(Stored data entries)
-------

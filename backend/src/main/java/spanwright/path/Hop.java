package spanwright.path;

/**
 * One hop: a straight ray from the ground to a mirror at a height and down again, over a sphere.
 *
 * <p>Elevation &delta; for a ground range d and mirror height h: tan &delta; = cot(d/2R) &minus;
 * R/(R + h)&middot;cosec(d/2R). The geometry is exact; Recommendations ITU-R P.533 and P.1240 use
 * this form (from memory). Straight rays: the refraction on the way up is in the choice of the
 * height.
 */
public final class Hop {
  /** Mean radius of the earth (IUGG 1980, mean radius R1, rounded) [km]. */
  public static final double EARTH_RADIUS_KM = 6371;

  private Hop() {}

  /**
   * Elevation at which a ray leaves.
   *
   * @param rangeKm ground range of the hop, 0 or more and under half round the earth [km]
   * @param heightKm mirror height, over 0 [km]
   * @return radians; negative when the mirror is below the horizon at half way
   */
  public static double elevation(double rangeKm, double heightKm) {
    requireHeight(heightKm);
    if (!(rangeKm >= 0 && rangeKm < Math.PI * EARTH_RADIUS_KM)) {
      throw new IllegalArgumentException(
          "A hop of " + rangeKm + " km is none: give 0 km or more, under half round the earth.");
    }
    double half = rangeKm / (2 * EARTH_RADIUS_KM);
    double mirror = EARTH_RADIUS_KM + heightKm;
    // (R + h) cos(half) − R over (R + h) sin(half), the cosine's small difference taken exactly
    double sinQuarter = Math.sin(half / 2);
    double rise = heightKm - 2 * mirror * sinQuarter * sinQuarter;
    return Math.atan2(rise, mirror * Math.sin(half));
  }

  /**
   * Ground range of the hop that leaves at an elevation.
   *
   * @param elevation radians, 0 to &pi;/2
   * @param heightKm mirror height, over 0 [km]
   * @return kilometres
   */
  public static double rangeKm(double elevation, double heightKm) {
    return 2 * EARTH_RADIUS_KM * (Math.PI / 2 - elevation - incidence(elevation, heightKm));
  }

  /**
   * Angle between the ray and the vertical at the mirror: sin i = R cos &delta; / (R + h).
   *
   * @param elevation at the ground, radians, 0 to &pi;/2
   * @param heightKm mirror height, over 0 [km]
   * @return radians
   */
  public static double incidence(double elevation, double heightKm) {
    requireHeight(heightKm);
    if (!(elevation >= 0 && elevation <= Math.PI / 2)) {
      throw new IllegalArgumentException(
          "An elevation of " + elevation + " rad is outside 0 to half pi: a ray has to go up.");
    }
    return Math.asin(EARTH_RADIUS_KM * Math.cos(elevation) / (EARTH_RADIUS_KM + heightKm));
  }

  private static void requireHeight(double heightKm) {
    if (!(heightKm > 0 && heightKm < 2000)) {
      throw new IllegalArgumentException(
          "A mirror height of " + heightKm + " km is outside what the ionosphere has (0 to 2000).");
    }
  }
}
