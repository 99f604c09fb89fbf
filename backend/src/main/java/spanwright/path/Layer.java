package spanwright.path;

/**
 * A part of the ionosphere that turns waves back, seen as a mirror whose height lies in a range.
 *
 * <p>Heights: F2 250 to 400 km (US Federal Standard 1037C, "F region"); E about 110 km, the height
 * that Recommendation ITU-R P.533 takes (from memory), here 100 to 120 km, and the same for
 * sporadic E. The greatest critical frequencies are round figures for a strong day at middle
 * latitudes, from memory; they only bound how steep a ray is still worth counting.
 */
public enum Layer {
  /** The daytime E layer. */
  E("E", 100, 120, 4),
  /** Sporadic E. */
  ES("Es", 100, 120, 10),
  /** The F2 layer, which carries most of what goes far. */
  F2("F2", 250, 400, 12);

  private final String label;
  private final double lowestKm;
  private final double highestKm;
  private final double criticalMHz;

  Layer(String label, double lowestKm, double highestKm, double criticalMHz) {
    this.label = label;
    this.lowestKm = lowestKm;
    this.highestKm = highestKm;
    this.criticalMHz = criticalMHz;
  }

  /** "E", "Es" or "F2". */
  public String label() {
    return label;
  }

  /** Least mirror height [km]. */
  public double lowestKm() {
    return lowestKm;
  }

  /** Greatest mirror height [km]. */
  public double highestKm() {
    return highestKm;
  }

  /** Frequency still turned back straight up on a strong day [MHz]. */
  public double criticalMHz() {
    return criticalMHz;
  }
}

-------

Beginning with the line that contains "mirror height of", restate word for word each line through the last one in the data, and write nothing more.

          "A mirror height of " + heightKm + " km is outside what the ionosphere has (0 to 2000).");
    }
  }
}
repository 99f604c09fb89fbf
filename backend/src/main/java/spanwright/path/Layer.java
package spanwright.path;

/**
 * A part of the ionosphere that turns waves back, seen as a mirror whose height lies in a range.
 *
 * <p>Heights: F2 250 to 400 km (US Federal Standard 1037C, "F region"); E about 110 km, the height
 * that Recommendation ITU-R P.533 takes (from memory), here 100 to 120 km, and the same for
 * sporadic E. The greatest critical frequencies are round figures for a strong day at middle
 * latitudes, from memory; they only bound how steep a ray is still worth counting.
 */
public enum Layer {
  /** The daytime E layer. */
  E("E", 100, 120, 4),
  /** Sporadic E. */
  ES("Es", 100, 120, 10),
  /** The F2 layer, which carries most of what goes far. */
  F2("F2", 250, 400, 12);

  private final String label;
  private final double lowestKm;
  private final double highestKm;
  private final double criticalMHz;

  Layer(String label, double lowestKm, double highestKm, double criticalMHz) {
    this.label = label;
    this.lowestKm = lowestKm;
    this.highestKm = highestKm;
    this.criticalMHz = criticalMHz;
  }

  /** "E", "Es" or "F2". */
  public String label() {
    return label;
  }

  /** Least mirror height [km]. */
  public double lowestKm() {
    return lowestKm;
  }

  /** Greatest mirror height [km]. */
  public double highestKm() {
    return highestKm;
  }

  /** Frequency still turned back straight up on a strong day [MHz]. */
  public double criticalMHz() {
    return criticalMHz;
  }
}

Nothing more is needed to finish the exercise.